What app were you using? This sounds very similar to my experience using GPT-5 in Cursor.
Codex CLI is much much better—night and day difference.
I suppose this is good evidence that harness-specific RL was important for GPT-5.
This comports with my experience. GPT5 is better at 1-shot builds, like “get a prototype of a web app that does X.” But it seems to have a harder time than Claude not breaking stuff if my requests are towards an existing large code base, which is the majority of my work. For example, if I say “look through Y documentation, develop a plan for X change, and execute it”—Opus 4.1 tends to do this more reliably.
I think an interesting experiment would be to test different levels of specificity in prompts, across different sorts of codebases. My experience tells me that Claude is better at taking higher level, less specific requests, developing an actionable plan taking the codebase into account, then executing that plan.

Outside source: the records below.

import { queryOptions, useQuery } from '@tanstack/react-query';
import { z } from 'zod';
import { type DeliveryInContext, DeliveryInContextSchema } from '@domain/delivery/delivery.schema';

import { apiRequest } from '../../../lib/api-client';

import { deliveryKeys } from './delivery-keys';

/** The company's packet e-mails that failed and are not dismissed (GET /api/deliveries/failed). */
export function getFailedDeliveries({ signal }: { signal?: AbortSignal } = {}): Promise<DeliveryInContext[]> {
  return apiRequest('/api/deliveries/failed', z.array(DeliveryInContextSchema), { signal });
}

export function getFailedDeliveriesQueryOptions() {
  return queryOptions({
    queryKey: deliveryKeys.failed(),
    queryFn: ({ signal }) => getFailedDeliveries({ signal }),
    // A failure can appear any time a queued e-mail runs out of retries.
    refetchInterval: 60_000,
  });
}

export const useFailedDeliveries = ({ enabled = true } = {}) => useQuery({ ...getFailedDeliveriesQueryOptions(), enabled });
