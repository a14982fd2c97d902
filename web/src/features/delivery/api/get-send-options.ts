import { queryOptions, useQuery } from '@tanstack/react-query';
import { type SendOptionsResponse, SendOptionsResponseSchema } from '@domain/delivery/delivery.schema';

import { apiRequest } from '../../../lib/api-client';

import { deliveryKeys } from './delivery-keys';

/** Whom a packet revision can be sent to (GET /api/packets/:revisionId/send-options). */
export function getSendOptions(revisionId: string, { signal }: { signal?: AbortSignal } = {}): Promise<SendOptionsResponse> {
  return apiRequest(`/api/packets/${encodeURIComponent(revisionId)}/send-options`, SendOptionsResponseSchema, { signal });
}

export function getSendOptionsQueryOptions(revisionId: string) {
  return queryOptions({
    queryKey: deliveryKeys.sendOptions(revisionId),
    queryFn: ({ signal }) => getSendOptions(revisionId, { signal }),
    staleTime: 0,
  });
}

export const useSendOptions = (revisionId: string, { enabled = true } = {}) => useQuery({ ...getSendOptionsQueryOptions(revisionId), enabled });
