from kitleaf.circuit.kind import Stage, StageKind
from kitleaf.circuit.packages import unused_halves
from kitleaf.circuit.parts import Part
from kitleaf.circuit.rails import DOUBLED_NODE, NEGATIVE_NODE, POWER_RAILS, rail_nodes
from kitleaf.circuit.stages import KINDS
from kitleaf.circuit.switches import contacts, form_of, wired_poles
from kitleaf.engine import Circuit, get_model
from kitleaf.engine.elements import POT_END_RESISTANCE, taper_fraction, terminals
from kitleaf.errors import CircuitError, KitleafError

GROUND = "0"
SUPPLY = "supply"  # the battery or adapter terminal, before any protection
INPUT = "input"  # the kit's input jack
OUTPUT = "output"  # the kit's output jack
SOURCE = "VIN"  # the engine's name for the signal source


@dataclass(frozen=True)
class SignalSource:
    """What drives the kit's input: a guitar pickup or a source of some resistance.

    The default pickup is a series resistance and inductance with a parallel capacitance
    (pickup plus a few metres of cable), loaded inside the guitar by its own volume and tone
    pots: 6.5 kΩ, 2.5 H, 470 pF and 250 kΩ (common practice, values from memory, no source).
    The pots are what keeps a real pickup's resonance to a modest peak.
    """

    name: str
    resistance: float
    inductance: float = 0.0
    capacitance: float = 0.0
    shunt: float = 0.0  # resistance across the source's output (the guitar's pots); 0: none

    @property
    def is_pickup(self) -> bool:
        return self.inductance > 0


PICKUP = SignalSource("passive guitar pickup", 6.5e3, 2.5, 470e-12, 250e3)
LOW_Z = SignalSource("low-impedance source", 100.0)
DEFAULT_LOAD = 1e6  # an amplifier input (common practice, no source)


# Where each knob is set when the kit is solved across its travel (0..1 of rotation).
KNOB_STEPS = (0.0, 0.25, 0.5, 0.75, 1.0)


@dataclass(frozen=True)
class KnobRef:
    """A knob of the kit: its name, its pot and the stage the pot sits in."""

    name: str
    designator: str
    stage_id: str

    @property
    def steps(self) -> tuple[tuple[float, float], ...]:
        """(position the netlist takes, position as shown) at each step of the sweep."""
        return tuple((p, p) for p in KNOB_STEPS)

    @property
    def nominal(self) -> float:
        """Where the knob sits while the others are swept: half way."""
        return 0.5


@dataclass(frozen=True)
class SwitchRef:
    """A switch of the kit: its name, its part, the stage it sits in and the maker's name
    for each of its positions, in the switch's order, and the one it rests at while the
    knobs and other switches are swept."""

    name: str
    designator: str
    stage_id: str
    positions: tuple[str, ...]
    rest: int = 0  # the position it rests at while the rest of the kit is swept

    @property
    def steps(self) -> tuple[tuple[float, str], ...]:
        """(position the netlist takes, its name) for each position."""
        return tuple((float(i), name) for i, name in enumerate(self.positions))

    @property
    def nominal(self) -> float:
        return float(self.rest)


class Wiring:
    """What a stage kind uses to add its parts to the engine circuit, in local node names."""

    def __init__(self, circuit: Circuit, stage: Stage, nodes: Mapping[str, str],
                 positions: Mapping[str, float]) -> None:
        self.circuit = circuit
        self.stage = stage
        self._nodes = nodes
        self._positions = positions

    def node(self, local: str) -> str:
        """The circuit node for a local name; private names get the stage id as prefix."""
        return self._nodes.get(local) or f"{self.stage.id}.{local}"

    def position(self, designator: str) -> float:
        """A pot's position (0..1 of rotation; half way unless set), or a switch's position
        (0-based, in the order the kit block names them; the first unless set)."""
        return self._positions.get(designator, 0.5)

    def place(self, part: Part | None, *nodes: str | None) -> None:
        """Add ``part`` between the local ``nodes`` (in the part type's pin order).

        A switch's pins are pole by pole, the common then each throw; a throw wired to
        nothing is None. Its contacts are two-terminal elements named ``S1:p1t2`` (pole 1,
        throw 2), closed or open by the switch's position in this state.
        """
        if part is None:
            return
        if part.type == "switch":
            self._switch(part, nodes)
            return
        if part.type == "opamp" and nodes[4:] == ("0",) and "vee" in self._nodes:
            nodes = (*nodes[:4], "vee")  # the negative supply pin: ground, or the - rail
        names = [self.node(n) for n in nodes]
        c, d = self.circuit, part.designator
        tol = part.tolerance or 0.0
        if part.type == "resistor":
            c.resistor(d, *names, part.value, tol=tol)
        elif part.type == "capacitor":
            c.capacitor(d, *names, part.value, tol=tol)
        elif part.type == "inductor":
            c.inductor(d, *names, part.value, tol=tol)
        elif part.type == "pot" or part.type == "trimmer" and len(names) == 3:
            c.pot(d, *names, part.value, position=self.position(d),
                  taper=part.attrs["taper"], tol=tol)
        elif part.type == "trimmer":  # in a resistor's place: the track it is set to
            track = taper_fraction(part.attrs["taper"], self.position(d))
            c.resistor(d, *names, max(part.value * track, POT_END_RESISTANCE), tol=tol)
        else:
            getattr(c, _DEVICE_METHOD[part.type])(d, *names, part.device or part.model)

    def pump(self, part: Part, inp: str, out: str, ratio: float, flying: Part) -> None:
        """A charge-pump chip wired as a doubler (``ratio`` 2) or inverter (-1), averaged:
        its switches' resistance plus the flying capacitor's 1 / (f C), and its own draw.

        The flying capacitor charges to the input's voltage on every cycle; it stands from
        the input to a node held at ground by a gigaohm, so its rating and polarity are
        checked at that voltage while it loads nothing."""
        model = part.device
        rout = model.get("ROUT") + 1.0 / (model.get("FOSC") * flying.value)
        self.circuit.pump(part.designator, self.node(inp), self.node(out), GROUND, ratio, rout)
        self.circuit.isource(f"{part.designator}.quiescent", self.node(inp), GROUND,
                             dc=model.get("IQ"))
        held = f"{part.designator}.flying"
        self.place(flying, inp, held)
        self.internal("resistor", f"{held}-hold", held, "0", value=1e9)

    def _switch(self, part: Part, nodes: tuple[str | None, ...]) -> None:
        form = form_of(part)
        if not wired_poles(form, nodes):
            raise CircuitError(
                f"stage '{self.stage.id}': {part.designator} is a {part.attrs['form']} "
                f"({1 + form.throw_count} pins a pole), but the stage wires {len(nodes)} pins; "
                "fit the switch the stage's kind describes", part.span)
        position = int(self._positions.get(part.designator, 0))
        wired = tuple(None if n is None else self.node(n) for n in nodes)
        for suffix, common, throw, ohms in contacts(form, position, wired):
            self.circuit.resistor(f"{part.designator}:{suffix}", common, throw, ohms)

    def internal(self, method: str, name: str, *nodes: str, **kwargs) -> None:
        """Add an element that is not a part (an ideal source, say), named within the stage."""
        getattr(self.circuit, method)(f"{self.stage.id}.{name}", *map(self.node, nodes), **kwargs)


_DEVICE_METHOD = {"diode": "diode", "led": "diode", "bjt": "bjt", "jfet": "jfet", "opamp": "opamp"}
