TEST_CASE("engine loop: a converged loop settles, sleeps (< 5% of a core) and any command wakes it") {
  LiveLoop loop(std::make_unique<StandInModel>(200), quick_options());
  loop.start();
  auto s = wait_for(loop, [](const Snapshot& s) { return s.settled; });
  REQUIRE(s->settled);
  const uint64_t it = s->iteration;
  // Idle budget: under 5% of one core over 1.5 s of wall time (the target).
  const double cpu0 = process_cpu_seconds();
  const auto t0 = std::chrono::steady_clock::now();
  std::this_thread::sleep_for(1500ms);
  const double wall = std::chrono::duration<double>(std::chrono::steady_clock::now() - t0).count();
  const double cpu = process_cpu_seconds() - cpu0;
  CHECK(cpu / wall < 0.05);
  CHECK(loop.latest()->iteration == it);
  const uint64_t seq = loop.post(cmd::DragTarget{0, {10, 10, 10}});
  s = wait_for(loop, [&](const Snapshot& s) { return s.last_command >= seq && s.iteration > it; });
  CHECK_FALSE(s->settled);
  CHECK(s->iteration > it);
  // ... and settles again at the new equilibrium: halfway between anchor and drag target.
  s = wait_for(loop, [&](const Snapshot& s) { return s.settled && s.iteration > it; });
  REQUIRE(s->settled);
  loop.stop();
  const auto& m = static_cast<StandInModel&>(loop.model());
  const Eigen::RowVector3d expect = 0.5 * (m.term.anchors.row(0) + Eigen::RowVector3d(10, 10, 10));
  CHECK((s->positions.row(0) - expect).norm() < 1e-3);
}

TEST_CASE("engine loop: snapshots say how quiet the map is, the steps left before it settles, and carry the health over time") {
  LiveLoopOptions o = quick_options();
  o.slow_after = 20;
  o.settle_after = 300;  // about 1.5 s of quiet steps (5 ms apart once slowed down), so snapshots see them
  LiveLoop loop(std::make_unique<StandInModel>(200), o);
  CHECK(loop.latest()->history->samples.size() <= 1);  // the first snapshot, before any step
  loop.start();
  std::vector<std::shared_ptr<const Snapshot>> seen;
  const auto end = std::chrono::steady_clock::now() + 20s;
  while (std::chrono::steady_clock::now() < end) {
    auto s = loop.latest();
    if (seen.empty() || s->generation != seen.back()->generation) seen.push_back(s);
    if (s->settled) break;
    std::this_thread::sleep_for(1ms);
  }
  REQUIRE(seen.back()->settled);
  bool saw_quiet = false;
  uint64_t last_left = UINT64_MAX;
  for (const auto& s : seen) {
    CAPTURE(s->iteration);
    CHECK(s->quiet == (s->quiet_steps >= uint64_t(o.slow_after)));
    if (s->settled) {
      CHECK(s->steps_to_settle == 0);
      continue;
    }
    CHECK(s->steps_to_settle > 0);
    if (s->quiet_steps > 0) {
      // Quiet: exactly the quiet steps still needed (the cap of 3000 is far off).
      CHECK(s->quiet_steps + s->steps_to_settle == uint64_t(o.settle_after));
      CHECK(s->steps_to_settle <= last_left);  // counts down
      last_left = s->steps_to_settle;
    }
    saw_quiet |= s->quiet;
  }
  CHECK(saw_quiet);
  // The history: oldest first, steps increasing, capped, the newest at the settled step with its
  // figures; shared between snapshots that add no sample.
  const auto& last = *seen.back();
  const auto& h = last.history->samples;
  REQUIRE(h.size() >= 2);
  CHECK(h.size() <= HealthHistory::kMaxSamples);
  for (size_t k = 1; k < h.size(); ++k) CHECK(h[k].iteration > h[k - 1].iteration);
  CHECK(h.back().iteration == last.iteration);
  CHECK(h.back().figures.kl == last.health.kl);
  CHECK(h.front().figures.kl > h.back().figures.kl);  // the springs relax
  size_t shared = 0;
  for (size_t k = 1; k < seen.size(); ++k)
    if (seen[k]->history->samples.back().iteration == seen[k - 1]->history->samples.back().iteration) {
      CHECK(seen[k]->history == seen[k - 1]->history);
      ++shared;
    }
  CHECK(shared > 0);  // snapshots come every 16 ms, samples every 250 ms
  // Held: nothing to go.
  const uint64_t drag = loop.post(cmd::DragTarget{0, {10, 10, 10}});
  const uint64_t hold = loop.post(cmd::Pause{});
  auto s = wait_for(loop, [&](const Snapshot& s) { return s.last_command >= std::max(drag, hold); });
  REQUIRE(s->paused);
  CHECK(s->steps_to_settle == 0);
  loop.stop();
}
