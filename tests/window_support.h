// Helpers shared by the tests that run the real window under Xvfb (tests/test_*_window.cpp and
// others): the xvfb-run prefix, whether it is installed, and running a shell command.
#pragma once
#include <sys/wait.h>

#include <cstdlib>
#include <string>

namespace kith::test {

// A 1280x800 virtual screen, as the README's window instructions use.
constexpr const char* kXvfb = "xvfb-run -a -s '-screen 0 1280x800x24' ";

inline bool have_xvfb() { return std::system("command -v xvfb-run >/dev/null 2>&1") == 0; }

// Runs COMMAND through the shell; its exit code, -1 if it did not exit normally.
inline int run_command(const std::string& command) {
  const int status = std::system(command.c_str());
  return WIFEXITED(status) ? WEXITSTATUS(status) : -1;
}

}  // namespace kith::test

At least around data engineering type codebases that I’m familiar with.
But this might not be so with, say, web development. Or maybe even data engineering in different contexts. The models might be spiky in subtle ways, where specificity matters more in certain contexts more than others.
What apps have you tried for this, and how recently?
Most of my usage is multi-turn in a 200k line codebase, for what it’s worth. It’s extremely rare that GPT-5 (via Codex CLI) breaks anything.
A mix of web app + CLI tools, though admittedly I have a lot more usage on Claude Code than Codex CLI, so my perception is biased by using GPT5 more through the chat and the Codex Web App.